> **Working data**
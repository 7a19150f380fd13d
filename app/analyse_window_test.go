package main

import (
	"strings"
	"testing"

	"fyne.io/fyne/v2/widget"

	"kinetarium/network"
)

// toggleModel is the toggle example, whose steady state is known from the
// batch command's tests of app/analyse.
func toggleModel(t *testing.T) *network.Model { return exampleModel(t, "toggle-repressors.json") }

// The Steady state window computes off the UI goroutine and shows the
// verdict and the tables; the Control coefficients window shows the
// coefficient tables, whose flux control rows sum to 1 (summation
// theorem, Kacser & Burns 1973).
func TestSteadyWindows(t *testing.T) {
	dir := shotDir(t)
	for _, control := range []bool{false, true} {
		s, err := newSteadyWindow(newStudyApp(t), toggleModel(t), "test", control)
		if err != nil {
			t.Fatal(err)
		}
		s.ctl.deliver = onUI
		s.win.Show()
		onUI(s.start)
		waitFor(t, "the steady state", func() bool { return !s.ctl.running })
		if !strings.Contains(s.verdict.Text, "stable node") {
			t.Errorf("verdict %q", s.verdict.Text)
		}
		if v := s.ctl.progress.Value; v != 1 {
			t.Errorf("finished, the progress bar shows %.0f %%", 100*v)
		}
		want := 4
		if control {
			want = 5
		}
		if n := len(s.tabs.Items); n != want {
			t.Errorf("control %v: %d tabs, want %d", control, n, want)
		}
		name := "kinetarium-steady.png"
		if control {
			name = "kinetarium-control.png"
			onUI(func() { s.tabs.SelectIndex(0) })
		}
		saveShot(t, s.win, dir, name)
		onUI(s.win.Close)
	}
}

// The Continuation window on the toggle example in its inducer finds the
// fold the batch command finds (examples/studies/toggle-continuation.json)
// and fits no Hill curve across it.
func TestContinuationWindow(t *testing.T) {
	c, err := newContinuationWindow(newStudyApp(t), toggleModel(t), "test")
	if err != nil {
		t.Fatal(err)
	}
	c.ctl.deliver = onUI
	c.win.Show()
	onUI(func() {
		c.quantity.SetSelected("X (initial concentration)")
		c.from.SetText("0")
		c.to.SetText("200")
	})
	runAndWait(t, c.ctl)
	if c.d == nil || len(c.d.Specials) != 1 || c.d.Specials[0].Kind != "fold" {
		t.Fatalf("diagram %+v, status %q", c.d, c.ctl.status.Text)
	}
	if c.diagram.plot == nil || !strings.Contains(c.hill.Text, "No Hill curve") {
		t.Errorf("figure %v, Hill %q", c.diagram.plot != nil, c.hill.Text)
	}
	// The quantity varied is named as the form offers it, not as the
	// file's reference init:X, in the figure, the special points and the
	// status line (not "p").
	text := c.ctl.status.Text + "\n" + c.diagram.plot.Title.Text + "\n" + c.diagram.plot.X.Label.Text
	for _, o := range c.points.Objects {
		text += "\n" + o.(*widget.Label).Text
	}
	if strings.Contains(text, "init:") || strings.Contains(text, "p = ") || !strings.Contains(text, "fold at X initial = ") ||
		!strings.Contains(text, "1 special point;") {
		t.Errorf("the window reads:\n%s", text)
	}
	saveShot(t, c.win, shotDir(t), "kinetarium-continuation.png")
	onUI(c.win.Close)
}

// The Global sensitivity window runs a small variance-based analysis and
// draws the bars; a form without quantities says what is missing.
func TestSensitivityWindow(t *testing.T) {
	s, err := newSensitivityWindow(newStudyApp(t), exampleModel(t, "protease-inhibitor.json"), "test")
	if err != nil {
		t.Fatal(err)
	}
	s.ctl.deliver = onUI
	s.win.Show()
	onUI(func() { s.samples.SetText("64") })
	runAndWait(t, s.ctl)
	if s.res == nil || len(s.res.Indices) != 2 || s.bars.plot == nil {
		t.Fatalf("result %+v, status %q", s.res, s.ctl.status.Text)
	}
	saveShot(t, s.win, shotDir(t), "kinetarium-sensitivity.png")
	onUI(func() {
		for len(s.vary.rows) > 0 {
			s.vary.removeRow(s.vary.rows[0])
		}
	})
	onUI(func() { s.ctl.run.OnTapped() })
	if !strings.Contains(strings.ToLower(s.ctl.status.Text), "add a quantity") {
		t.Errorf("status %q", s.ctl.status.Text)
	}
	onUI(s.win.Close)
}
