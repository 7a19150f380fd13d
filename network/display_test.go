package network

import (
	"bytes"
	"errors"
	"strings"
	"testing"
)

const displayModel = `{
  "format": "kinetarium.model/1",
  "units": {"time": "s", "amount": "uM"},
  "species": [{"name": "A", "initial": 1}],
  "parameters": [{"name": "k", "value": 1, "unit": "1/s"}],
  "reactions": [{"name": "r", "equation": "A ->", "rate": {"law": "mass_action", "k": "k"}}],
  "simulation": {"t_end": 10, "display": {"time": %TIME%, "concentration": %CONC%}}
}`

func displaySrc(time, conc string) string {
	return strings.NewReplacer("%TIME%", time, "%CONC%", conc).Replace(displayModel)
}

// Display units are read, written back in the same place, and survive a
// round trip.
func TestDisplayRoundTrip(t *testing.T) {
	m, err := Read(strings.NewReader(displaySrc(`"h"`, `"nM"`)), "d.json")
	if err != nil {
		t.Fatal(err)
	}
	if want := (Display{Time: "h", Concentration: "nM"}); m.Simulation.Display != want {
		t.Fatalf("Display = %+v, want %+v", m.Simulation.Display, want)
	}
	if _, l := Check(m); l.HasErrors() {
		t.Fatalf("errors: %v", l.Errors())
	}
	var buf bytes.Buffer
	if err := m.Write(&buf); err != nil {
		t.Fatal(err)
	}
	if !strings.Contains(buf.String(), `"display": {`) || !strings.Contains(buf.String(), `"concentration": "nM"`) {
		t.Errorf("written file lacks the display units:\n%s", buf.String())
	}
	back, err := Read(&buf, "back.json")
	if err != nil {
		t.Fatal(err)
	}
	if back.Simulation.Display != m.Simulation.Display {
		t.Errorf("after a round trip Display = %+v, want %+v", back.Simulation.Display, m.Simulation.Display)
	}
	// No display units: no "display" key.
	m.Simulation.Display = Display{}
	buf.Reset()
	if err := m.Write(&buf); err != nil {
		t.Fatal(err)
	}
	if strings.Contains(buf.String(), "display") {
		t.Errorf("a model without display units writes them:\n%s", buf.String())
	}
}

// A display unit that does not read, or measures the wrong kind of
// quantity, is refused by the reader with its line and column: the
// column of the mistake inside the text, or of the text's opening quote.
// Line 7 reads `  "simulation": {"t_end": 10, "display": {"time": "…`, so
// the time's text opens at column 51.
func TestDisplayReadErrors(t *testing.T) {
	for _, c := range []struct {
		time, conc, want string
	}{
		{`"hr"`, `"nM"`, `d.json:7:52: simulation.display.time: the time unit to show results in, "hr", does not read: unknown unit "hr"`},
		{`"h"`, `"uM/s"`, `d.json:7:73: simulation.display.concentration: "uM/s" is not a unit of concentration (it is concentration per time)`},
		{`"nM"`, `"nM"`, `d.json:7:51: simulation.display.time: "nM" is not a unit of time (it is concentration)`},
		{`"h"`, `"nM*"`, `d.json:7:76: simulation.display.concentration: the concentration unit to show results in, "nM*", does not read: "*" needs a unit after it`},
		{`3`, `"nM"`, `d.json:7:51: simulation.display.time: expected text in quotes, found a number`},
	} {
		_, err := Read(strings.NewReader(displaySrc(c.time, c.conc)), "d.json")
		var l ErrorList
		if !errors.As(err, &l) || len(l) != 1 {
			t.Errorf("time %s, concentration %s: error %v, want one problem", c.time, c.conc, err)
			continue
		}
		if !strings.HasPrefix(l[0].String(), c.want) {
			t.Errorf("time %s, concentration %s:\n got %s\nwant %s…", c.time, c.conc, l[0], c.want)
		}
	}
}

// Check refuses display units that cannot be converted from the model's:
// a mass concentration for a model in molar units, or any display unit
// when the model does not say its own; each error is located in the file.
func TestDisplayCheckAgainstModelUnits(t *testing.T) {
	m, err := Read(strings.NewReader(displaySrc(`"h"`, `"mg/L"`)), "d.json")
	if err != nil {
		t.Fatal(err)
	}
	_, l := Check(m)
	errs := l.Errors()
	want := `d.json:7:73: simulation, display.concentration: cannot show concentrations in mg/L: the model's concentration unit uM measures concentration and mg/L measures mass concentration`
	if len(errs) != 1 || !strings.HasPrefix(errs[0].String(), want) {
		t.Fatalf("errors %v, want one starting %q", errs, want)
	}

	m.Simulation.Display = Display{Time: "min"}
	m.Units.Time = ""
	_, l = Check(m)
	errs = l.Errors()
	if len(errs) != 1 || errs[0].Pos.Field != "display.time" || !strings.Contains(errs[0].Message, "needs the model's own unit") {
		t.Fatalf("errors %v, want one at display.time asking for the model's time unit", errs)
	}

	m.Units.Time = "s"
	m.Simulation.Display = Display{Time: "day", Concentration: "pM"}
	if _, l = Check(m); l.HasErrors() {
		t.Fatalf("day and pM for a model in s and uM: %v", l.Errors())
	}
	m.Simulation.Display = Display{Time: "uM"}
	_, l = Check(m)
	if errs = l.Errors(); len(errs) != 1 || errs[0].Pos.Field != "display.time" || !strings.Contains(errs[0].Message, "not a unit of time") {
		t.Fatalf("errors %v, want one saying uM is not a unit of time", errs)
	}
}
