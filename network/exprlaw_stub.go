//go:build !exprready

package network

import "errors"

// colMsg is a message about a column of an expression.
type colMsg struct {
	Col int
	Msg string
}

type stubProgram struct{}

func (*stubProgram) Eval([]float64) float64 { return 0 }

type program = *stubProgram

func cloneProgram(p program) program { return p }

func analyseExpr(src string) ([]string, []colMsg) {
	return nil, []colMsg{{1, "expressions are not available in this build"}}
}

func compileExpr(src string, slot func(string) (int, bool), wrt []string) (program, []program, error) {
	return nil, nil, errors.New("expressions are not available in this build")
}

func exprVars(src string) []string { return nil }
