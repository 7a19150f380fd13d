package network

import (
	"strings"

	"kinetarium/network/expr"
)

// dims is the unit a rate-law field must carry, as powers of the model's
// concentration and time units: Conc^C·Time^T (a Michaelis constant is
// {1, 0}, a limiting rate {1, -1}, a Hill coefficient {0, 0}).
type dims struct{ C, T float64 }

var (
	dimConc    = dims{1, 0}
	dimRate    = dims{1, -1}
	dimPerTime = dims{0, -1}
	dimNumber  = dims{0, 0}
)

// fieldUnitser is implemented by laws whose parameter fields have units
// fixed by the model's units of concentration and time; the unit check
// and the reaction form's hints read it. eq is the reaction's equation.
type fieldUnitser interface {
	fieldUnits(eq Equation) map[string]dims
}

// needOneSubstrate reports an error unless eq is irreversible with one
// substrate of coefficient 1. law is the law's name; other says which law
// fits a reversible reaction.
func needOneSubstrate(c *LawCheck, law string) {
	eq := c.Equation
	if eq == nil {
		return
	}
	if eq.Reversible {
		c.Errorf("equation", "%s applies to irreversible reactions only; use \"->\", or michaelis_menten_reversible for a reversible step with one substrate and one product", law)
	}
	if len(eq.Reactants) != 1 || eq.Reactants[0].Coef != 1 {
		c.Errorf("equation", "%s needs exactly one substrate with coefficient 1; use random_bi or ordered_bi for two substrates, or an expression law for other cases", law)
	}
}

// substrate returns the name of the first reactant of eq, or "?".
func substrate(eq *Equation, i int) string {
	if eq == nil || len(eq.Reactants) <= i {
		return "?"
	}
	return eq.Reactants[i].Species
}

// frac returns a/b.
func frac(a, b expr.Node) expr.Node { return expr.Div(a, b) }

// one is the number 1.
func one() expr.Node { return expr.Num(1) }

// arg returns the expression of field key of r.
func arg(r Rate, key string) expr.Node { return valueNode(r.Arg(key)) }

// txt returns the text of field key of r, or "?".
func txt(r Rate, key string) string { return orPlaceholder(r.Arg(key)) }

// sum joins terms with " + ".
func sum(terms ...string) string { return strings.Join(terms, " + ") }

> **Task prompt**
Check the entries above for the word "fits" and copy every line where it turns up.

> **Task output**
// and fits no Hill curve across it.
// fits a reversible reaction.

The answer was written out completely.